◆ WHAT THE EXERCISE ASKS ◆
Some lines hold the string "Reflections". Copy all of them from the material that follows.

◆ RECORD SET ◆
==*==

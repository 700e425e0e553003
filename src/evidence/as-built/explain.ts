import type { Conclusion, Fault } from '../as-built-figures.ts';
import type { Reflections } from './aimed-reflection.ts';
import { rmsDistance } from './board-sweep.ts';
import { withFault, type Board } from './board.ts';
import { faultOf, hypothesesOf, type Hypothesis, type Scale } from './hypotheses.ts';
import { goldenMaximum } from '../../network/search.ts';

/** Distance in Γ that calibration and repeatability of a good measurement leave; what lies below tells nothing. */
export const measurementFloor = 0.002;
/** Residuals within this of each other are of causes that can't be told apart. */
const apart = 1.1;
/** A cause that leaves more than this of the distance doesn't explain it. */
const leaves = 0.5;
/** A cause that takes away less than this part of the distance takes nothing away. */
const counts = 0.01;
const scanned = 61;
/** Golden sections that find a dip's bottom. */
const refinements = 18;

export interface Fitted {
  readonly fault: Fault;
  readonly residual: number;
}

export interface Explained {
  readonly conclusion: Exclude<Conclusion, 'not compared'>;
  /** Least residual first. */
  readonly fits: readonly Fitted[];
  readonly alike: number;
}

/**
 * Fits each single cause by itself: its size is scanned and the two best places refined (golden section), so that the
 * RMS distance of |Γ measured − Γ predicted| is least.
 *
 * @param distance of the board as predicted
 */
export function explain(
  board: Board,
  measured: Reflections,
  sweep: (board: Board) => Reflections,
  scale: Scale,
  distance: number,
): Explained {
  const fits = hypothesesOf(board, scale)
    .map((hypothesis) => fit(hypothesis, (fault) => rmsDistance(sweep(withFault(board, fault)), measured)))
    .filter(({ residual }) => residual < distance * (1 - counts))
    .sort((a, b) => a.residual - b.residual);
  if (distance <= measurementFloor) return { conclusion: 'as predicted', fits, alike: 0 };
  const best = fits[0]?.residual ?? distance;
  if (best > distance * leaves) return { conclusion: 'unexplained', fits, alike: 0 };
  const alike = fits.filter(({ residual }) => residual <= Math.max(best * apart, measurementFloor)).length;
  return { conclusion: alike > 1 ? 'alike' : 'explained', fits, alike: Math.max(1, alike) };
}

function fit(hypothesis: Hypothesis, residualOf: (fault: Fault) => number): Fitted {
  const at = (t: number): number => residualOf(faultOf(hypothesis, t));
  const step = (1 - hypothesis.from) / (scanned - 1);
  const values = Array.from({ length: scanned }, (_, k) => at(hypothesis.from + k * step));
  const dips = values
    .map((value, k) => ({ t: hypothesis.from + k * step, k, value }))
    .filter(({ k, value }) => value <= (values[k - 1] ?? Infinity) && value <= (values[k + 1] ?? Infinity))
    .sort((a, b) => a.value - b.value)
    // Another dip twice as far up won't be the deepest.
    .filter(({ value }, k, [deepest]) => k < 2 && value <= 2 * deepest!.value);
  let best = { t: dips[0]!.t, value: dips[0]!.value };
  for (const { t } of dips) {
    const dip = goldenMaximum((u) => -at(u), Math.max(hypothesis.from, t - step), Math.min(1, t + step), refinements);
    if (-dip.value < best.value) best = { t: dip.at, value: -dip.value };
  }
  return { fault: faultOf(hypothesis, best.t), residual: best.value };
}
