import type { RealLadder } from '../../network/real-arm.ts';
import { formatFixed, formatQuantity } from '../../quantity/format.ts';
import type { Fault } from '../as-built-figures.ts';
import { mostQ } from './hypotheses.ts';

/** A cause in words: "L1 is 12 % high (91.8 nH instead of 82 nH)", "1.30 pF to ground at the node between L1 and L2". */
export function faultWords(
  { kind, at, size }: Fault,
  { arms, strayF }: RealLadder,
  designators: readonly string[],
): string {
  const more = (unit: string): string => `${formatQuantity(Math.abs(size), unit, 3)} ${size < 0 ? 'less' : 'more'}`;
  switch (kind) {
    case 'value': {
      const { part, value } = arms[at]!;
      const unit = part === 'inductor' ? 'H' : 'F';
      const [is, was] = [formatQuantity(value * size, unit, 3), formatQuantity(value, unit, 3)];
      return `${designators[at]!} is ${percent(size)} (${is} instead of ${was})`;
    }
    case 'quality': {
      const { q } = arms[at]!;
      const is = `${quality(size)}${size > 0.99 * mostQ ? ' or more' : ''}`;
      return `the Q of ${designators[at]!} is ${is}${q === null ? '' : ` instead of ${quality(q)}`}`;
    }
    case 'lead': {
      const { seriesH } = arms[at]!;
      return seriesH === 0
        ? `${formatQuantity(size, 'H', 3)} in the leads of ${designators[at]!}`
        : `${more('H')} in series with ${designators[at]!} than the ${formatQuantity(seriesH, 'H', 3)} assumed`;
    }
    case 'stray': {
      const node = nodeWords(at, arms, designators);
      return strayF === 0
        ? `${formatQuantity(size, 'F', 3)} to ground ${node}`
        : `${more('F')} to ground ${node} than the ${formatQuantity(strayF, 'F', 3)} assumed`;
    }
    case 'load resistance':
      return `the load's resistance is ${percent(size)}`;
    case 'load reactance':
      return `the load's reactance is ${formatQuantity(Math.abs(size), 'Ω', 3)} ${size < 0 ? 'lower' : 'higher'}`;
    case 'load inductance':
      return `${more('H')} in series with the load`;
    case 'load capacitance':
      return `${more('F')} across the load`;
  }
}

/** Nodes stand between series arms; the first is the source's. */
function nodeWords(node: number, arms: RealLadder['arms'], designators: readonly string[]): string {
  const series = designators.filter((_, k) => arms[k]!.arm === 'series');
  return node === 0 ? "at the source's node" : `at the node between ${series[node - 1]!} and ${series[node]!}`;
}

/** "12 % high", "3.4 % low". */
function percent(factor: number): string {
  const size = Math.abs(factor - 1) * 100;
  return `${formatFixed(size, size >= 9.95 ? 0 : size >= 0.995 ? 1 : 2)} % ${factor < 1 ? 'low' : 'high'}`;
}

const quality = (q: number): string => formatFixed(q, q >= 9.95 ? 0 : 1);
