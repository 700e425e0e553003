import { LitElement, html, nothing, type TemplateResult } from 'lit';
import { customElement, property, state } from 'lit/decorators.js';
import { lacksForIssue } from '../../src/design/issuing.ts';
import type { Dossier } from '../../src/dossier.ts';
import type { FieldName } from '../../src/record/fields.ts';
import '../area-field/area-field.ts';
import { base } from '../base/base.styles.ts';
import type { Choice } from '../base/choice.ts';
import type { FieldChange } from '../base/field-change.ts';
import { fieldChange } from '../base/field-change.ts';
import { emptyFieldState, type FieldState } from '../base/field-state.ts';
import { field } from '../base/field.styles.ts';
import { count, unbroken } from '../base/words.ts';
import '../radio-field/radio-field.ts';
import '../start-revision/start-revision.ts';
import '../text-field/text-field.ts';
import { deviating, withDeviation, type Deviating } from './deviations.ts';
import { styles } from './sign-off.styles.ts';

const signers = ['prepared', 'checked', 'approved'] as const;
const states: readonly Choice[] = [
  { value: 'draft', words: 'draft' },
  { value: 'for review', words: 'for review' },
];

/**
 * Who answers for the record: signatures, what falls short and is accepted in writing, what lacks before issue, and the
 * issue itself.
 * @fires field-change  of the sign-off, and `deviations`
 */
@customElement('sign-off')
export class SignOff extends LitElement {
  static override styles = [base, field, styles];

  @property({ attribute: false }) dossier: Dossier | null = null;
  @property({ attribute: false }) state: FieldState = emptyFieldState;
  /** Why the dossier isn't whole, or isn't that of the entries; '' where it is. */
  @property() unready = '';
  /** The record is issued, and can be read. */
  @property({ type: Boolean }) frozen = false;
  /** Something was changed since it was issued. */
  @property({ type: Boolean }) waiting = false;
  /** Why the next revision can't be started, in one line. */
  @property() revisionSaid = '';

  @state() private said = '';

  override render() {
    const { fields } = this.state;
    const option = this.dossier?.options.find(({ id }) => id === this.dossier?.chosen);
    return html`
      <h3>Sign-off</h3>
      ${signers.map(
        (signer) => html`
          <fieldset class="signer">
            <legend>${signer.charAt(0).toUpperCase()}${signer.slice(1)}</legend>
            ${this.text(`${signer}-name`, 'Name')} ${this.text(`${signer}-role`, 'Role')}
            ${this.text(`${signer}-date`, 'Date')}
            <area-field
              class="remark"
              single
              .name=${`${signer}-remark` as const}
              label="Remark"
              .value=${fields[`${signer}-remark`] ?? ''}
              .problem=${this.state.problems[`${signer}-remark`] ?? ''}
            ></area-field>
          </fieldset>
        `,
      )}
      ${this.deviations(deviating(fields.deviations ?? '', option))} ${this.frozen ? this.issued() : this.open()}
    `;
  }

  private text(name: FieldName, label: string): TemplateResult {
    const { fields, problems } = this.state;
    return html`<text-field
      .name=${name}
      .label=${label}
      .value=${fields[name] ?? ''}
      .problem=${problems[name] ?? ''}
    ></text-field>`;
  }

  private deviations(all: readonly Deviating[]): TemplateResult | typeof nothing {
    if (all.length === 0) return nothing;
    const problem = this.state.problems.deviations ?? '';
    return html`<h3>Deviations</h3>
      ${all.map(
        ({ subject, why, reason }) =>
          html`<div class="deviation" @field-change=${(event: CustomEvent<FieldChange>) => this.accept(event, subject)}>
            <p>
              ${
                why === ''
                  ? html`A deviation is written for <strong>${subject}</strong>, which doesn’t fall short: empty the
                      line to leave it out.`
                  : html`<strong>${subject.charAt(0).toUpperCase()}${subject.slice(1)}</strong> falls short:
                      ${unbroken(why)}.`
              }
            </p>
            <text-field
              name="deviations"
              label="Accept in writing: reason"
              .of=${`${subject}:`}
              .value=${reason}
            ></text-field>
          </div>`,
      )}
      ${problem === '' ? nothing : html`<p class="note problem">${problem}</p>`}`;
  }

  /** A line of the field stands in a field of its own. */
  private accept(event: CustomEvent<FieldChange>, subject: string) {
    event.stopPropagation();
    const text = withDeviation(this.state.fields.deviations ?? '', subject, event.detail.value);
    this.dispatchEvent(fieldChange('deviations', text));
  }

  private issued(): TemplateResult {
    const lacks = this.lacks();
    return html`<h3>Issued</h3>
      ${
        lacks.length === 0
          ? nothing
          : html`<p>It is marked as issued, though by today’s figures something lacks:</p>
              ${list(lacks)}`
      }
      ${
        this.waiting
          ? html`<p>What was changed since waits for the next revision.</p>`
          : html`<start-revision
              .issued=${this.state.fields.revision ?? ''}
              .typed=${this.state.fields.revision ?? ''}
              .said=${this.revisionSaid}
            ></start-revision>`
      }`;
  }

  private open(): TemplateResult {
    const lacks = this.lacks();
    return html`<h3 id="lacks">What lacks before issue</h3>
      <div class="lacks" role="group" aria-labelledby="lacks" tabindex="-1">
        ${lacks.length === 0 ? html`<p>Nothing: it may be issued.</p>` : list(lacks)}
      </div>
      <div class="state">
        <radio-field
          inline
          name="state"
          label="State"
          .choices=${states}
          .value=${this.state.fields.state ?? 'draft'}
          .problem=${this.state.problems.state ?? ''}
        ></radio-field>
        <button type="button" class="main" aria-disabled=${lacks.length > 0} @click=${this.issue}>Issue</button>
      </div>
      <p class="outcome" role="status">${this.said}</p>`;
  }

  private lacks(): readonly string[] {
    const { dossier, unready } = this;
    return [...(unready === '' ? [] : [unready]), ...(dossier === null ? [] : lacksForIssue(dossier))];
  }

  private issue() {
    const lacks = this.lacks();
    if (lacks.length === 0) {
      this.said = '';
      this.dispatchEvent(fieldChange('state', 'issued'));
      return;
    }
    this.said = `Not issued: ${count(lacks.length, 'thing')} ${lacks.length === 1 ? 'lacks' : 'lack'}.`;
    this.renderRoot.querySelector<HTMLElement>('.lacks')?.focus();
  }
}

const list = (lacks: readonly string[]): TemplateResult =>
  html`<ul>
    ${lacks.map((words) => html`<li>${unbroken(words.charAt(0).toUpperCase() + words.slice(1))}</li>`)}
  </ul>`;

declare global {
  interface HTMLElementTagNameMap {
    'sign-off': SignOff;
  }
}
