import { LitElement, html, nothing, type TemplateResult } from 'lit';
import { customElement, property } from 'lit/decorators.js';
import { base } from '../base/base.styles.ts';
import type { Recalled } from '../record-store/draft-keeper.ts';
import type { Keeping } from '../record-store/keeping.ts';
import { styles } from './kept-line.styles.ts';

/**
 * How it stands with keeping what is typed in this browser, and what was typed last time, to go on with.
 *
 * @fires kept-other   the engineer wants to see what another tab made of the document
 * @fires kept-go-on   the engineer goes on with what is offered
 * @fires kept-leave   what is offered stays where it is
 */
@customElement('kept-line')
export class KeptLine extends LitElement {
  static override styles = [base, styles];

  @property({ attribute: false }) keeping: Keeping | null = null;
  @property({ attribute: false }) offer: Recalled | null = null;

  override render() {
    return html`${this.renderOffer()}${this.renderKeeping()}`;
  }

  private renderOffer(): TemplateResult | typeof nothing {
    if (this.offer === null) return nothing;
    const { fields, entry } = this.offer;
    const when = new Date(entry.savedAt).toLocaleString('en-GB', { dateStyle: 'medium', timeStyle: 'short' });
    return html`<p>
      <span>Kept in this browser on ${when}: ${fields.title}, revision ${fields.revision}.</span>
      ${this.button('Go on with it', 'kept-go-on')} ${this.button('Leave it', 'kept-leave')}
    </p>`;
  }

  private renderKeeping(): TemplateResult | typeof nothing {
    const { words = '', state = 'kept' } = this.keeping ?? {};
    if (words === '') return nothing;
    const other = state === 'changed elsewhere' || state === 'kept apart';
    return html`<p role="status">
      <span>${words}</span>${other ? this.button('Show the other', 'kept-other') : nothing}
    </p>`;
  }

  private button(words: string, event: string): TemplateResult {
    return html`<button type="button" @click=${() => this.dispatchEvent(new CustomEvent(event))}>${words}</button>`;
  }
}

declare global {
  interface HTMLElementTagNameMap {
    'kept-line': KeptLine;
  }
}
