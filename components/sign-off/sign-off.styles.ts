import { css } from 'lit';

export const styles = css`
  :host {
    container-type: inline-size;
  }

  h3 {
    margin: 1.25rem 0 0.375rem;
  }

  .signer {
    display: grid;
    grid-template-columns: 5.5rem minmax(0, 1.4fr) minmax(0, 1.4fr) minmax(0, 1fr);
    gap: 0.25rem 1.25rem;
    align-items: start;
  }

  .signer + .signer {
    margin-top: 0.5rem;
  }

  .signer legend {
    float: left;
    padding: 1.375rem 0 0;
  }

  .signer .remark {
    grid-column: 2 / -1;
  }

  .deviation + .deviation {
    margin-top: 0.5rem;
  }

  .deviation p {
    max-width: none;
  }

  ul {
    padding-left: 1.25rem;
    list-style: disc outside;
  }

  li + li {
    margin-top: 0.125rem;
  }

  .lacks:focus-visible {
    outline-offset: 4px;
  }

  .state {
    display: flex;
    flex-wrap: wrap;
    align-items: end;
    gap: 0.5rem 1.5rem;
    margin-top: 0.75rem;
  }

  .outcome {
    min-height: 1.5em;
    margin-top: 0.375rem;
  }

  @container (max-width: 34rem) {
    .signer {
      grid-template-columns: minmax(0, 1fr) minmax(0, 1fr);
      margin-bottom: 0.5rem;
    }

    .signer legend {
      float: none;
      padding: 0;
      font-weight: 700;
    }

    .signer .remark {
      grid-column: 1 / -1;
    }
  }

  @container (max-width: 20rem) {
    .signer {
      grid-template-columns: minmax(0, 1fr);
    }
  }
`;
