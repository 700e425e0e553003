import type { Option } from '../../src/dossier.ts';

/** A requirement that falls short, or that a deviation is written for. */
export interface Deviating {
  readonly subject: string;
  /** Why it falls short; '' where it doesn't, or not any more. */
  readonly why: string;
  /** Why that is accepted, as typed; '' while it isn't. */
  readonly reason: string;
}

const apart = ' = ';

const linesOf = (text: string): readonly { readonly subject: string; readonly reason: string }[] =>
  text
    .split('\n')
    .filter((line) => line.trim() !== '')
    .map((line) => {
      const at = line.indexOf(apart);
      return at < 0
        ? { subject: line.trim(), reason: '' }
        : { subject: line.slice(0, at).trim(), reason: line.slice(at + apart.length) };
    });

/** What falls short of the network chosen, and what else the field of deviations holds. */
export function deviating(text: string, option: Option | undefined): readonly Deviating[] {
  const lines = linesOf(text);
  const short = (option?.checks ?? []).filter(({ verdict }) => verdict === 'falls short');
  const reasonOf = (subject: string): string => lines.find((line) => line.subject === subject)?.reason ?? '';
  return [
    ...short.map(({ subject, reason }) => ({ subject, why: reason, reason: reasonOf(subject) })),
    ...lines
      .filter(({ subject }) => short.every((check) => check.subject !== subject))
      .map(({ subject, reason }) => ({ subject, why: '', reason })),
  ];
}

/** The field with one deviation written anew; without it where no reason is left. A reason takes one line. */
export function withDeviation(text: string, subject: string, reason: string): string {
  const line = reason.trim() === '' ? '' : `${subject}${apart}${reason.replaceAll(/\s*\n\s*/gu, ' ')}`;
  const lines = linesOf(text);
  const written = lines.map((each) => (each.subject === subject ? line : `${each.subject}${apart}${each.reason}`));
  const all = lines.some((each) => each.subject === subject) ? written : [...written, line];
  return all.filter((each) => each !== '').join('\n');
}
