import type { Ends } from '../../network/sweep.ts';
import type { Aim } from '../../network/termination.ts';

/** Reflection coefficients at each of some frequencies. */
export interface Reflections {
  readonly re: Float64Array;
  readonly im: Float64Array;
}

/**
 * Reflection for the aim in force from voltage and current at the source: (V − I·ZA)/(V + I·ZS), where ZA is ZS* for the
 * conjugate aim (power waves: K. Kurokawa, IEEE Trans. MTT-13, 1965) and ZS for the reflectionless one.
 *
 * @param k which of the frequencies
 */
export function aimedReflection(
  k: number,
  vr: number,
  vi: number,
  ir: number,
  ii: number,
  { rs, xs }: Pick<Ends, 'rs' | 'xs'>,
  aim: Aim,
  { re, im }: Reflections,
): void {
  const [r, x] = [rs[k]!, xs[k]!];
  const xAim = aim === 'conjugate' ? -x : x;
  const sumRe = vr + ir * r - ii * x;
  const sumIm = vi + ir * x + ii * r;
  const differenceRe = vr - ir * r + ii * xAim;
  const differenceIm = vi - ir * xAim - ii * r;
  const size = sumRe * sumRe + sumIm * sumIm;
  re[k] = (differenceRe * sumRe + differenceIm * sumIm) / size;
  im[k] = (differenceIm * sumRe - differenceRe * sumIm) / size;
}
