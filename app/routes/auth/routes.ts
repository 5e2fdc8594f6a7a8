import { type RouteConfigEntry, route } from "@react-router/dev/routes"

export const authRoutes: RouteConfigEntry[] = [
	route("sign-in", "routes/auth/sign-in.tsx"),
	route("sign-in/code", "routes/auth/sign-in-code.tsx"),
	route("sign-in/link/:token", "routes/auth/sign-in-link.tsx"),
	route("sign-in/go-on", "routes/auth/go-on.tsx"),
	route("sign-out", "routes/auth/sign-out.tsx"),
	route("account", "routes/auth/account.tsx"),
	route("account/sessions", "routes/auth/sessions.tsx"),
	route("invitation/:token", "routes/auth/invitation.tsx"),
]
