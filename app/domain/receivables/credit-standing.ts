/** What is known of a store's credit, in cents. `owedCents` is net of what is on its account; null is no limit. */
export type CreditFacts = { isStopped: boolean; creditLimitCents: number | null; owedCents: number }

/** Why the producer should look at an order before it is promised; nothing is refused for it. */
export type CreditWarning = { kind: "stopped" } | { kind: "over-limit"; owedCents: number; limitCents: number }

/**
 * Whether a store's order is to be looked at first: it is stopped, or what it owes with this order is above its limit.
 * Exactly at the limit is within it. Null when nothing speaks against it. The producer decides; this product's own rule.
 */
export function creditWarning(facts: CreditFacts, orderCents: number): CreditWarning | null {
	if (facts.isStopped) return { kind: "stopped" }
	const { creditLimitCents: limitCents, owedCents } = facts
	if (limitCents === null || owedCents + orderCents <= limitCents) return null
	return { kind: "over-limit", owedCents, limitCents }
}
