import type { AgeingBucket } from "~/domain/invoicing/ageing"

/** How the columns of an ageing are headed; the days are counted past the due date. */
export const AGEING_HEADS: Record<AgeingBucket, string> = {
	current: "Not due yet",
	"1–30": "1–30 days late",
	"31–60": "31–60 days late",
	"61–90": "61–90 days late",
	"over 90": "Over 90 days late",
}

/** The pattern of each column in a picture: told apart by hatching, and from light to solid. */
export const AGEING_FILLS: Record<AgeingBucket, string> = {
	current: "age-current",
	"1–30": "age-dots",
	"31–60": "age-lines",
	"61–90": "age-cross",
	"over 90": "age-solid",
}
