import { data, Form, Link, redirect } from "react-router"
import { clientNetwork } from "~/platform/client-network.server"
import { type CodeRefusal, checkCode } from "~/services/people/check-code.server"
import { type CodeTicket, readCodeTicket } from "~/services/people/code-cookie.server"
import { findLanding } from "~/services/people/find-landing.server"
import { requestCode } from "~/services/people/request-code.server"
import { safeTarget } from "~/services/people/safe-target.server"
import { Button } from "~/ui/forms/button"
import { ErrorSummary } from "~/ui/forms/error-summary"
import { TextField } from "~/ui/forms/fields"
import { PlainPage } from "~/ui/layout/plain-page"
import { admits, guard } from "../guard.server"
import type { Route } from "./+types/sign-in-code"
import { settingCookies } from "./cookie-headers.server"
import { codeField, waitWords, withTarget } from "./sign-in-fields"

export const meta: Route.MetaFunction = () => [{ title: "Type the code · Waxbill" }]

export const loader = guard(admits.anyone, async ({ request, url }: Route.LoaderArgs) => {
	const to = safeTarget(url.searchParams.get("to"))
	return { email: ticketOrStart(request, to).email, wasSentAgain: url.searchParams.has("again"), to }
})

export const action = guard(admits.anyone, async ({ request, url }: Route.ActionArgs) => {
	const to = safeTarget(url.searchParams.get("to"))
	const ticket = ticketOrStart(request, to)
	const form = await request.formData()
	if (form.get("intent") === "again") return sendAgain(ticket, to, request)
	const typed = String(form.get("code") ?? "")
	const code = codeField.safeParse(typed)
	if (!code.success) return refuse(400, code.error.issues[0]?.message ?? "", typed)
	const checked = await checkCode(ticket, code.data, request, clientNetwork(request))
	if (!checked.ok) return refuse(checked.reason === "too-many" ? 429 : 400, refusalWords(checked), typed)
	throw redirect(await findLanding(checked.userId, request, to), { headers: settingCookies(checked.cookies) })
})

/** What the browser waits for; one that waits for nothing begins at the address. */
function ticketOrStart(request: Request, to: string | null): CodeTicket {
	const ticket = readCodeTicket(request)
	if (!ticket) throw redirect(withTarget("/sign-in", to))
	return ticket
}

async function sendAgain(ticket: CodeTicket, to: string | null, request: Request) {
	const asked = await requestCode({ email: ticket.email, network: clientNetwork(request), to })
	if (!asked.ok) {
		const wait = `Too many codes were asked for. You can ask again ${waitWords(asked.retryAfterSeconds)}.`
		return refuse(429, wait, "")
	}
	const page = new URLSearchParams({ again: "", ...(to !== null && { to }) })
	throw redirect(`/sign-in/code?${page}`, { headers: settingCookies(asked.cookies) })
}

function refuse(status: number, message: string, typed: string) {
	return data({ message, typed }, { status })
}

function refusalWords(refusal: CodeRefusal): string {
	if (refusal.reason === "too-many")
		return `Too many codes were tried. You can try again ${waitWords(refusal.retryAfterSeconds)}.`
	if (refusal.reason === "spent") return "This code works no more. Have a new one sent."
	const left = refusal.triesLeft === 1 ? "One more try" : `${refusal.triesLeft} more tries`
	return `This is not the code in the newest mail. ${left}.`
}

export default function SignInCode({ loaderData, actionData }: Route.ComponentProps) {
	const { email, wasSentAgain, to } = loaderData
	return (
		<PlainPage
			title="Type the code"
			lead={
				<>
					We have sent a mail to <strong className="break-all">{email}</strong>. It comes within a minute or two; the
					code in it works once, for ten minutes. The link in it works on any device.
				</>
			}
		>
			{actionData && <ErrorSummary errors={[{ field: "code", message: actionData.message }]} />}
			{wasSentAgain && !actionData && (
				<p className="message-line saved" role="status">
					A new mail is on its way. Only the code in it counts here.
				</p>
			)}
			<Form method="post" className="mt-4 grid gap-4" noValidate>
				<TextField
					name="code"
					label="Six-digit code"
					inputMode="numeric"
					autoComplete="one-time-code"
					maxLength={16}
					defaultValue={actionData?.typed}
					error={actionData?.message}
				/>
				<div>
					<Button variant="primary" size="big" name="intent" value="check">
						Sign in
					</Button>
				</div>
			</Form>
			<Form method="post" className="mt-6 flex flex-wrap items-center gap-3">
				<Button name="intent" value="again">
					Send a new code
				</Button>
				<Link className="btn plain" to={withTarget("/sign-in", to)}>
					Use another address
				</Link>
			</Form>
		</PlainPage>
	)
}
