import { type Day, fullDay } from "~/domain/calendar"
import type { EntryKind } from "./statement"

/** What the words of a statement's line are made of. */
export type EntryFacts = {
	kind: EntryKind
	/** Of the invoice or credit itself, or of the invoice that a discount or a write-off is on. */
	number: string | null
	what: string | null
	dueOn: Day | null
	words: string
	cents: number
}

const PAID_BY: Readonly<Record<string, string>> = {
	card: "Paid by card",
	"bank-debit": "Paid by bank debit",
	cheque: "Paid by check",
	cash: "Paid in cash",
	transfer: "Paid by transfer",
}

const WENT_BACK: Readonly<Record<string, string>> = {
	refund: "Paid back to you",
	"bank-return": "Bank debit returned by the bank",
	dispute: "Card payment disputed and taken back",
	bounced: "Check that was not honored",
}

/** A line of a statement in words, as the store reads it: what it is, and what is to be known of it. */
export function entryWords({ kind, number, what, dueOn, words, cents }: EntryFacts): { name: string; note: string } {
	switch (kind) {
		case "invoice": {
			const due = dueOn ? `due ${fullDay(dueOn)}` : ""
			const about = what === "finance-charge" ? "charge for paying late" : words && `your number ${words}`
			return { name: `Invoice ${number}`, note: [due, about].filter(Boolean).join("; ") }
		}
		case "credit":
			return { name: `Credit ${number}`, note: words }
		case "payment":
			return { name: PAID_BY[what ?? ""] ?? "Paid", note: words }
		case "return":
			return { name: WENT_BACK[what ?? ""] ?? "Went back", note: words }
		case "discount":
			return { name: cents < 0 ? "Discount taken back" : "Discount for paying early", note: `invoice ${number}` }
		case "write-off":
			return { name: cents < 0 ? "Owed again" : "Given up", note: `invoice ${number}` }
	}
}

==*==

◆ SOLUTION ◆
import type { Reflections } from './aimed-reflection.ts';
  measured: Reflections,
  sweep: (board: Board) => Reflections,
export interface Reflections {
  { re, im }: Reflections,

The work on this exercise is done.